Ngainun
Naim
Setiap akhir Ramadhan, Bapak selalu
mengingatkanku untuk berziarah kubur. Aku menjadikan ziarah kubur ini sebagai
ritual rutin setiap tahun. Ditemani adikku yang bungsu, kami ziarah ke lima lokasi.
Empat lokasi merupakan di mana dikuburkan leluhur kami. Dan satu makam
merupakan makam ulama yang sangat kami hormati.

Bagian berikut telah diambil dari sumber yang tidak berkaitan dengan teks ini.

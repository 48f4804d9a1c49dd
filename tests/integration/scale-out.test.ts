import { spawn, type ChildProcess } from "node:child_process";
import { afterAll, beforeAll, describe, expect, test } from "vitest";
import { QueryTypes } from "sequelize";
import { ApiToken, DeviceRevision, Organisation, RevisionAnalysisRecord, Site, User } from "#models/index";
import { getDatabase } from "#server/db/database.server";
import { MAX_FAILURES_PER_ACCOUNT } from "#server/auth/throttle.server";
import { JOB_QUEUE_SCHEMA } from "#server/jobs/queues";
import { REVISION_ANALYSIS_QUEUE } from "#server/jobs/revision-analysis.server";
import { GOOD_PASSWORD, signUpNewOrganisation, TestClient } from "../support/client";
import { makeToken } from "../support/api";
import { findFreePort } from "../support/free-port";
import { waitUntilAnswering } from "../support/answering";

// Scale-out (docs/decisions/018): two web processes and one job-only process against one
// database, as `npm start` runs them with WEB_CONCURRENCY=2 JOB_WORKERS=1 behind one origin.
// Sessions, sign-in throttles, API rate limits and jobs live in PostgreSQL, so it does not
// matter which process answers. Both web processes leave the jobs to the worker (SALLYPORT_JOBS=0).

const sequelize = getDatabase();
const processes: ChildProcess[] = [];
let siteOrigin = "";
let instanceA = "";
let instanceB = "";

function start(script: string, environment: Record<string, string>): ChildProcess {
  const child = spawn(process.execPath, ["--import", "tsx", script], { env: { ...process.env, NODE_ENV: "production", SALLYPORT_HMR: "0", TRUST_PROXY: "1", ...environment }, stdio: ["ignore", "ignore", "inherit"] });
  processes.push(child);
  return child;
}

beforeAll(async () => {
  const [portA, portB] = [await findFreePort(), await findFreePort()];
  instanceA = `http://127.0.0.1:${portA}`;
  instanceB = `http://127.0.0.1:${portB}`;
  // One site origin for both, as behind a load balancer: links and the same-origin guard use it.
  siteOrigin = instanceA;
  for (const port of [portA, portB]) start("server/http/main.ts", { PORT: String(port), APP_ORIGIN: siteOrigin, SALLYPORT_JOBS: "0" });
  start("server/jobs/main.ts", {});
  await Promise.all([waitUntilAnswering(instanceA, 60_000), waitUntilAnswering(instanceB, 60_000)]);
}, 90_000);

afterAll(async () => {
  for (const child of processes) child.kill("SIGTERM");
  await sequelize.close();
});

/** A client of instance B holding the same cookies (the same browser, another process answering). */
function sameBrowserOn(base: string, client: TestClient): TestClient {
  const other = new TestClient(client.clientAddress, base);
  for (const [name, value] of client.cookies) other.cookies.set(name, value);
  return other;
}

describe("Two web processes and a job worker on one database", () => {
  test("A session made by one web process is honoured by the other, and signing out on the other ends it for both", async () => {
    const { email, slug } = await signUpNewOrganisation("scale-session");
    const onA = new TestClient(undefined, instanceA);
    expect((await onA.post("/login", { email, password: GOOD_PASSWORD }, { origin: siteOrigin })).status).toBe(302);
    const onB = sameBrowserOn(instanceB, onA);
    expect((await onB.get(`/o/${slug}/devices`)).status).toBe(200);
    expect((await onB.post("/logout", {}, { origin: siteOrigin })).status).toBe(302);
    // The session row is gone: A no longer knows the cookie either (redirect to sign-in).
    const afterwards = await onA.get(`/o/${slug}/devices`);
    expect(afterwards.status).toBe(302);
    expect(afterwards.location).toContain("/login");
  });

  // PCI DSS v4.0 8.3.4: lock out after not more than 10 invalid attempts — counted across processes.
  test("Failed sign-ins on both processes count together: the eleventh is refused, wherever it lands", async () => {
    const { email } = await signUpNewOrganisation("scale-throttle");
    const onA = new TestClient(undefined, instanceA);
    const onB = new TestClient(undefined, instanceB);
    for (let attempt = 1; attempt <= MAX_FAILURES_PER_ACCOUNT; attempt++) {
      const client = attempt % 2 === 0 ? onA : onB;
      expect((await client.post("/login", { email, password: `wrong guess ${attempt}` }, { origin: siteOrigin })).status).toBe(401);
    }
    expect((await onA.post("/login", { email, password: GOOD_PASSWORD }, { origin: siteOrigin })).status).toBe(429);
    expect((await onB.post("/login", { email, password: GOOD_PASSWORD }, { origin: siteOrigin })).status).toBe(429);
  });

  test("An API token's rate limit is shared: calls on both processes use up one allowance; a save on one is analysed exactly once by the job worker", async () => {
    const { email, slug } = await signUpNewOrganisation("scale-api");
    const organisation = (await Organisation.findOne({ where: { slug } }))!;
    const user = (await User.findOne({ where: { email } }))!;
    const token = await makeToken(organisation.id, { userId: user.id, email, role: "owner" }, { name: "scale-out test" });
    const site = await Site.create({ organisationId: organisation.id, name: "Harbour office", customer: "", location: "" });
    const call = (base: string, method: string, path: string, body?: unknown) =>
      fetch(`${base}/api/v1${path}`, { method, headers: { Authorization: `Bearer ${token.secret}`, "Content-Type": "application/json" }, body: body === undefined ? undefined : JSON.stringify(body) });

    // The save, on A: an invented device with a documentation (RFC 5737) address on its wan interface.
    const document = {
      schemaVersion: 2,
      device: { name: "harbour-edge" },
      interfaces: [{ name: "outside", role: "wan", addresses: ["198.51.100.7/24"], listeners: ["https"] }],
      inboundRules: [],
      accounts: [{ name: "harbour-ops", secondFactor: "totp" }],
    };
    const created = await call(instanceA, "POST", "/devices", { siteId: site.id, document, message: "created on A" });
    expect(created.status).toBe(201);
    const deviceId = ((await created.json()) as { id: string }).id;
    const revision = (await DeviceRevision.findOne({ where: { deviceId, number: 1 } }))!;

    // The allowance: five calls a minute, spent one call on A already, then alternately on B and A.
    await ApiToken.update({ ratePerMinute: 5 }, { where: { id: token.id } });
    const statuses: number[] = [];
    for (let index = 0; index < 5; index++) statuses.push((await call(index % 2 === 0 ? instanceB : instanceA, "GET", "/devices")).status);
    // Calls 2–5 are allowed, the sixth (on A) refused: one count for both processes (RFC 6585 §4: 429).
    expect(statuses).toEqual([200, 200, 200, 200, 429]);
    expect((await call(instanceB, "GET", "/devices")).status).toBe(429);

    // The job worker analyses the revision saved on A; one job, run once (pg-boss keeps its output).
    const deadline = Date.now() + 30_000;
    type JobRow = { state: string; output: { analysed?: boolean } | null };
    let jobs: JobRow[] = [];
    for (;;) {
      jobs = await sequelize.query<JobRow>(
        `SELECT state, output FROM ${JOB_QUEUE_SCHEMA}.job WHERE name = :queue AND data->>'revisionId' = :revision
         UNION ALL SELECT state, output FROM ${JOB_QUEUE_SCHEMA}.archive WHERE name = :queue AND data->>'revisionId' = :revision`,
        { replacements: { queue: REVISION_ANALYSIS_QUEUE, revision: revision.id }, type: QueryTypes.SELECT },
      );
      if (jobs.length > 0 && jobs.every((job) => job.state === "completed")) break;
      if (Date.now() > deadline) throw new Error(`the analysis job did not complete: ${JSON.stringify(jobs)}`);
      await new Promise((resolve) => setTimeout(resolve, 200));
    }
    expect(jobs).toHaveLength(1);
    const stored = await RevisionAnalysisRecord.findAll({ where: { revisionId: revision.id } });
    expect(stored).toHaveLength(1);
    // https on the wan interface with no rule and a second factor on every account: a login that asks for it (PRODUCT.md §3).
    expect(stored[0].worstOutsideOutcome).toBe("login-mfa");
    expect(stored[0].findingKeys).not.toBeNull();
  });
});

Lokasi pertama adalah makam
Desa Sambidoplang. Di makam ini ada makam kedua orang tua Bapak. Juga ada makam
Mbah Buyut Putri dan beberapa anggota keluarga kami. Jarak makam hanya sekitar
500 meter dari rumah. Biasanya aku menggandeng Bapak dengan sepeda motor.
Lokasi kedua adalah Makam Desa
Sambijajar. Di makam ini ada makam Mbahb Kakung angkat Ibuk. Juga makam
Mbah-mbah lainnya. Makam ini sudah penuh sesak. Belakangan makam Mbah Kakung
terjepit dan kemudian hilang tertumpuk makam-makam yang lebih baru. Meskipun demikian
kami tetap rutin berziarah ke sana.
Lokasi ketiga adalah Makam
Desa Bendiljati Wetan. Di sini dimakamkan Mbah Putri dari Ibuk. Lokasi makam
ada di pinggir sawah dan relatif baru. Jadi makam belum padat.
Rute selanjutnya adalah menuju
Makam Lakalung Ngunut. Makam yang ada di pinggir Sungai Brantas ini adalah
lokasi dikuburnya Mbah Kakung dari Ibuk, Pak Dhe dan keluarga lainnya dari
Ngunut. Sama seperti Sambijajar, makam ini juga sudah sangat padat.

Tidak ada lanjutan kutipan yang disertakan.